Make a tasty broth with an unmistakable umami flavor for your shoyu chicken ramen. Boil chicken with leeks, ginger and shiitake. Then, stir in dashi.

Shoyu Chicken Ramen

Course Breakfast, Main Course, Snack
Cuisine Japanese
Prep Time 10 minutes
Cook Time 1 hour
Total Time 1 hour 10 minutes
Servings 3 people
Author Connie Veneracion


  • 500 grams chicken soup bones necks or backs, or a combination of the two
  • 2 stalks leeks
  • 1 one-inch knob ginger sliced
  • 2 large shiitake dried and not previously rehydrated
  • 3 chicken thigh fillets
  • 1 packet dashi
  • 3 tablespoons soy sauce
  • enough ramen noodles for three people prepared according to package directions
  • sliced scallions to garnish


  • Place the chicken soup bones in a pot. Cover with six cups of water. Set the stove to medium.
  • Skim off scum as it rises. Repeat until the liquid is clear.
  • Add the leeks, ginger and shiitake to the pot.
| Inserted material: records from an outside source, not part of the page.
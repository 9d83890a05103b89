// The tolerances view and the side sheet's solve tool in headless Chromium:
// the view's figures equal the native `catoptric tolerance --json` for the
// same inputs (the same Rust core built for two targets, compared as in the
// harness: common practice), a run can be cancelled and leaves the layout
// alone, and solving a sphere's conic for the wavefront lands the
// paraboloid (K = −1, the focal property of the parabola) as one undo step.
//
// Set CATOPTRIC_SHOTS=<dir> to keep screenshots of both tools there.

import { after, before, describe, test } from 'node:test';
import assert from 'node:assert/strict';
import { mkdirSync } from 'node:fs';
import { join } from 'node:path';
import { WWW, close, native, setUp, settled, tearDown, watchPage } from './harness.mjs';

const SHOTS = process.env.CATOPTRIC_SHOTS || '';
const RUN_MS = 120_000;
let env;

before(async () => {
  env = await setUp();
  if (SHOTS) mkdirSync(SHOTS, { recursive: true });
});
after(() => tearDown(env));

const preset = (file) => join(WWW, 'presets', file);

async function openLayout(path) {
  const fragment = native(['link', path]).trim();
  const ctx = await env.browser.newContext({ viewport: { width: 1400, height: 900 }, colorScheme: 'light' });
  const page = await ctx.newPage();
  const seen = watchPage(page, env.origin);
  await page.goto(`${env.server.url}${fragment}`);
  await settled(page);
  return { ctx, page, seen };
}

async function showTolerances(page) {
  if (await page.getAttribute('#drawer', 'data-open') !== 'true') await page.click('#btn-drawer');
  await page.click('#view-tabs [data-view="tolerance"]');
  await page.waitForFunction(() => !document.getElementById('view-tolerance').hidden);
}

describe('tolerances and solving on the page', () => {
  test('the tolerance view shows the native figures for the same inputs', async () => {
    const { ctx, page, seen } = await openLayout(preset('cassegrain.json'));
    try {
      await showTolerances(page);
      const inputs = { decenter_mm: '0.02', tilt_arcmin: '0.5', despace_mm: '0.02', radius_pct: '0.05', conic: '0.005', trials: '24', seed: '3', rays: '2000' };
      for (const [k, v] of Object.entries(inputs)) await page.fill(`#tolerance-form [name="${k}"]`, v);
      await page.click('#tolerance-run');
      await page.waitForFunction(() => document.getElementById('view-tolerance').dataset.state === 'done', null, { timeout: RUN_MS });
      const want = JSON.parse(native([
        'tolerance', preset('cassegrain.json'), '--screen', 'focus', '--decenter-mm', '0.02', '--tilt-arcmin', '0.5',
        '--despace-mm', '0.02', '--radius-pct', '0.05', '--conic', '0.005', '--trials', '24', '--seed', '3', '--rays', '2000', '--json',
      ]));
      const cells = await page.evaluate(() => Object.fromEntries([...document.querySelectorAll('#tolerance-summary [data-key]')]
        .map((c) => [c.dataset.key, JSON.parse(c.dataset.value)])));
      let compared = 0;
      for (const [key, v] of Object.entries(cells)) {
        const [a, b] = key.split('.');
        assert.ok(close(v, want[a][b]), `${key}: page ${v}, native ${want[a][b]}`);
        compared++;
      }
      assert.ok(compared >= 6, `compared ${compared}`);
      const rows = await page.locator('#tolerance-table tbody tr').count();
      assert.equal(rows, want.sensitivity.length);
      // Sorted by impact: the first row is the largest RMS change.
      const first = await page.getAttribute('#tolerance-table tbody tr:first-child [data-key="d_rms_radius_um"]', 'data-value');
      const top = Math.max(...want.sensitivity.map((s) => Math.abs(s.d_rms_radius_um)));
      assert.ok(close(Math.abs(JSON.parse(first)), top));
      if (SHOTS) await page.screenshot({ path: join(SHOTS, 'tolerances.png') });
      assert.deepEqual(seen.errors, []);
    } finally {
      await ctx.close();
    }
  });

  test('a tolerance run can be cancelled and the layout stays', async () => {
    const { ctx, page } = await openLayout(preset('cassegrain.json'));
    try {
      await showTolerances(page);
      const before = await page.evaluate(() => window.catoptric.currentJson());
      await page.fill('#tolerance-form [name="trials"]', '20000');
      await page.click('#tolerance-run');
      await page.waitForFunction(() => document.getElementById('view-tolerance').dataset.state === 'running');
      await page.click('#tolerance-cancel');
      await page.waitForFunction(() => document.getElementById('view-tolerance').dataset.state === 'cancelled');
      assert.equal(await page.evaluate(() => window.catoptric.currentJson()), before);
      // A bad tolerance is named on its field.
      await page.fill('#tolerance-form [name="decenter_mm"]', '-1');
      await page.click('#tolerance-run');
      await page.waitForFunction(() => document.getElementById('view-tolerance').dataset.state === 'error');
      assert.equal(await page.getAttribute('#tolerance-form [data-field="decenter_mm"]', 'class'), 'field invalid');
    } finally {
      await ctx.close();
    }
  });

  test('solving a sphere for the wavefront gives the paraboloid as one undo step', async () => {
    const { ctx, page } = await openLayout(preset('sphere-f5.json'));
    try {
      await page.evaluate(() => window.catoptric.select({ list: 'elements', index: 0 }));
      await page.check('[data-vary="elements[0].profile.conic"]');
      await page.selectOption('#solve-goal', 'wavefront');
      const undo = await page.evaluate(() => window.catoptric.undo.length);
      await page.click('#solve-run');
      await page.waitForFunction(() => window.catoptric.layout.elements[0].profile.conic !== undefined && window.catoptric.layout.elements[0].profile.conic !== 0, null, { timeout: RUN_MS });
      const k = await page.evaluate(() => window.catoptric.layout.elements[0].profile.conic);
      assert.ok(Math.abs(k + 1) < 1e-6, `K = ${k}`);
      assert.equal(await page.evaluate(() => window.catoptric.undo.length), undo + 1);
      await page.locator('#solve-result').filter({ hasText: 'Goal wavefront' }).waitFor();
      if (SHOTS) await page.screenshot({ path: join(SHOTS, 'solve.png') });
      await page.click('#btn-undo');
      assert.equal(await page.evaluate(() => window.catoptric.layout.elements[0].profile.conic ?? 0), 0);
    } finally {
      await ctx.close();
    }
  });
});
Cover and simmer for 40 minutes.
  • During the last 10 minutes of cooking, drop in the chicken fillets to allow them to poach in the broth.
  • Fish out the chicken fillets and mushrooms.
  • Strain and broth and pour back into the pot.
  • Empty the packet of dashi into the broth and stir.
  • Slice the chicken fillets and shiitake caps.
  • Pour a tablespoon of soy sauce into each of three individual bowls.
  • Ladle in broth until the bowls are half full.
  • Divide the noodles into three portions and drop a portion into each bowl.
  • Arrange the sliced shiitake and chicken around the noodles.
  • Drop in the sliced scallions at the center.
  • Serve the shoyu chicken ramen at once.